Correctly Measuring and Predicting Solubilities of Solvates, Hydrates, and Polymorphs

Abstract

The formation of solvates, hydrates, or different polymorphs significantly alters the physicochemical properties of a target component (TC) (e.g., active pharmaceutical or agrochemical active ingredient), such as solubility and dissolution behavior. Thus, it is very important to know under which conditions a certain solvate, hydrate, or polymorph is formed. This information can be obtained from phase diagrams, which are usually based on solubility measurements. Possible pitfalls in measuring the solubility of TC hydrates or solvates in pure solvents and solvent mixtures are discussed, and strategies for obtaining reliable solubility data are proposed.
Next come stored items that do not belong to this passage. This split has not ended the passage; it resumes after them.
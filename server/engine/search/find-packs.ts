import { findBestValue, valueYield } from './best-value.ts';
import { byCloseness, byValue, isSamePack, type Candidate } from './candidate.ts';
import { aimFrames, closestByCapacitor } from './closest.ts';
import { fittedPacks, steadiestTrimmed } from './fitted-packs.ts';
import { worseEnd } from './guaranteed-band.ts';
import { headsFor } from './heads.ts';
import { cheapestThatHolds, steadiestOf } from './listed-packs.ts';
import type { PreparedShelf } from './prepared-shelf.ts';
import { promise, type Rank, type RankedPack } from './promise.ts';
import { capacitorSuits } from './rules.ts';
import type { SearchBrief, StockedCapacitor } from './shelf.ts';
import { findSteadiest, type Steady } from './steadiest.ts';
import { steeredPacks } from './steered.ts';
import { listOffers } from './timing-choice.ts';

/** What the search found, best first by the asked rank. */
export interface FoundPacks {
  packs: RankedPack[];
  /** How many combinations the shelf and the rules allow, made or not. */
  considered: number;
}

interface Pool {
  /** The closest of every capacitor, and all steered, tuned or trimmed packs, nearest first. */
  closest: Candidate[];
  bestValue: Candidate | null;
  steadiest: Steady | null;
  considered: number;
}

/**
 * Finds packs for a brief on a shelf, ranked. *Closest* has the least |ln(f/target)| of every
 * combination that the shelf holds and the rules allow; *best value* is the cheapest of which at
 * least 99 % of kits hold the band; *steadiest* has the guaranteed band whose worse end is nearest to
 * the target. Ties are broken by price, part count and ids. The packs after the winners differ from
 * one another in their capacitor and go by the asked rank. Empty when nothing on the shelf can run
 * the brief.
 */
export function findPacks(
  shelf: PreparedShelf,
  brief: SearchBrief,
  rank: Rank,
  limit: number,
): FoundPacks {
  const { closest, bestValue, steadiest, considered } = searchPool(shelf, brief);
  if (closest.length === 0) return { packs: [], considered };
  const winners: Record<Rank, Candidate | null> = {
    closest: closest[0]!,
    'best-value': bestValue,
    steadiest: steadiest?.candidate ?? null,
  };
  const packs = arrange(winners, rank, closest, limit, brief, shelf);
  for (const pack of packs) {
    pack.wins = (Object.keys(winners) as Rank[]).filter((name) => isSamePack(winners[name], pack));
  }
  return { packs, considered };
}

/** The steadiest pack alone, with its promise; null when nothing on the shelf can run the brief. */
export function findSteadiestPack(shelf: PreparedShelf, brief: SearchBrief): RankedPack | null {
  const { aimed, capacitors, offers } = aimShelf(shelf, brief);
  if (brief.care === 'trimmer-fitted') {
    const trimmed = steadiestTrimmed(aimed, brief, shelf);
    return trimmed && { ...promise(trimmed.candidate, brief, shelf), wins: ['steadiest'] };
  }
  const fitted = fittedPacks(aimed, brief, shelf);
  const steadiest =
    fitted === null
      ? steadiestOf(
          steeredPacks(shelf, capacitors, offers, brief),
          findSteadiest(aimed, brief, shelf),
          brief,
          shelf,
        )
      : steadiestOf(fitted, null, brief, shelf);
  return steadiest && { ...promise(steadiest.candidate, brief, shelf), wins: ['steadiest'] };
}

/** Every frame of the shelf, aimed at the target. */
function aimShelf(shelf: PreparedShelf, brief: SearchBrief) {
  const offers = listOffers(shelf.values, brief.quantity);
  const capacitors = cheapestAlike(
    shelf.shelf.capacitors.filter((part) => capacitorSuits(part, brief)),
  );
  const stock = { table: shelf.table, offers, quantity: brief.quantity };
  const heads = headsFor(shelf, brief);
  const combinations = heads.length * capacitors.length * shelf.table.ohms.length;
  const aimed = aimFrames(heads, capacitors, stock, brief);
  return { aimed, capacitors, offers, combinations };
}

/** Of capacitors that differ in nothing but price and stock, the cheapest, then the lowest id. */
function cheapestAlike(capacitors: readonly StockedCapacitor[]): StockedCapacitor[] {
  const best = new Map<string, StockedCapacitor>();
  for (const part of capacitors) {
    const key = [
      part.farads,
      part.tolerance,
      part.deviation,
      part.temperatureCoefficientPerKelvin,
      part.temperatureSpread,
      part.insulationSeconds,
      part.leakageAmps,
    ].join();
    const known = best.get(key);
    if (!known || (part.priceMinor - known.priceMinor || part.id - known.id) < 0) {
      best.set(key, part);
    }
  }
  return [...best.values()];
}

function searchPool(shelf: PreparedShelf, brief: SearchBrief): Pool {
  const { aimed, capacitors, offers, combinations } = aimShelf(shelf, brief);
  const fitted = fittedPacks(aimed, brief, shelf);
  if (fitted !== null) return poolOf(fitted, null, null, combinations, brief, shelf);
  const steered = steeredPacks(shelf, capacitors, offers, brief);
  return poolOf(
    [...closestByCapacitor(aimed, brief), ...steered],
    findBestValue(aimed, brief, shelf),
    findSteadiest(aimed, brief, shelf),
    combinations + steered.length,
    brief,
    shelf,
  );
}

/** Picks the winners over a list and what was found beside it. */
function poolOf(
  listed: readonly Candidate[],
  bestValue: Candidate | null,
  steadiest: Steady | null,
  considered: number,
  brief: SearchBrief,
  shelf: PreparedShelf,
): Pool {
  const others = listed.filter(
    (candidate) => candidate.timing.kind !== 'single' || brief.care === 'bench-tuned',
  );
  return {
    closest: [...listed].sort(byCloseness),
    bestValue: cheapestThatHolds(others, bestValue, brief, shelf),
    steadiest: steadiestOf(others, steadiest, brief, shelf),
    considered,
  };
}

/** The winner of the asked rank first, then the other winners, then varied packs by the asked rank. */
function arrange(
  winners: Record<Rank, Candidate | null>,
  rank: Rank,
  closest: readonly Candidate[],
  limit: number,
  brief: SearchBrief,
  shelf: PreparedShelf,
): RankedPack[] {
  const chosen: Candidate[] = [];
  const add = (candidate: Candidate | null) => {
    if (candidate && !chosen.some((other) => isSamePack(other, candidate))) chosen.push(candidate);
  };
  ([rank, 'best-value', 'closest', 'steadiest'] as Rank[]).forEach((name) => add(winners[name]));
  const wanted = Math.max(0, limit - chosen.length);
  const seen = new Set(chosen.map((candidate) => candidate.frame.capacitor.id));
  const varied = closest.filter(({ frame }) => {
    const fresh = !seen.has(frame.capacitor.id);
    seen.add(frame.capacitor.id);
    return fresh;
  });
  const others = varied.slice(0, Math.max(wanted, variedLooked));
  const first = chosen.slice(0, limit).map((candidate) => promise(candidate, brief, shelf));
  const rest = others
    .map((candidate) => promise(candidate, brief, shelf))
    .sort(orderFor(rank, brief))
    .slice(0, wanted);
  return [...first, ...rest];
}

/** How many packs beside the winners are looked at before the asked rank picks among them. */
const variedLooked = 10;

function orderFor(rank: Rank, brief: SearchBrief): (a: RankedPack, b: RankedPack) => number {
  if (rank === 'closest') return byCloseness;
  const end = (pack: RankedPack) => worseEnd(pack.guaranteed, brief.targetHz);
  if (rank === 'steadiest') return (a, b) => end(a) - end(b) || byCloseness(a, b);
  const holds = (pack: RankedPack) => Number(pack.yieldWithinBand >= valueYield);
  return (a, b) =>
    holds(b) - holds(a) ||
    (holds(a) === 1 ? byValue(a, b) : b.yieldWithinBand - a.yieldWithinBand || byValue(a, b));
}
To substantiate the proposed solubility-measurement strategies, a thermodynamic approach based on the Perturbed-Chain Statistical Associating Fluid Theory for modeling solvate/hydrate solubilities was developed. This approach allows identifying stability regions of solvates/hydrates and predicting solubilities of solvates/hydrates or of polymorphs in pure solvents and solvent mixtures. It was successfully verified for modeling the solubility of the indomethacin-methanol solvate in methanol and of the carbamazepine dihydrate in water. Furthermore, the solubility of carbamazepine dihydrate and theophylline monohydrate in water/ethanol mixtures was predicted in excellent agreement with experimental data.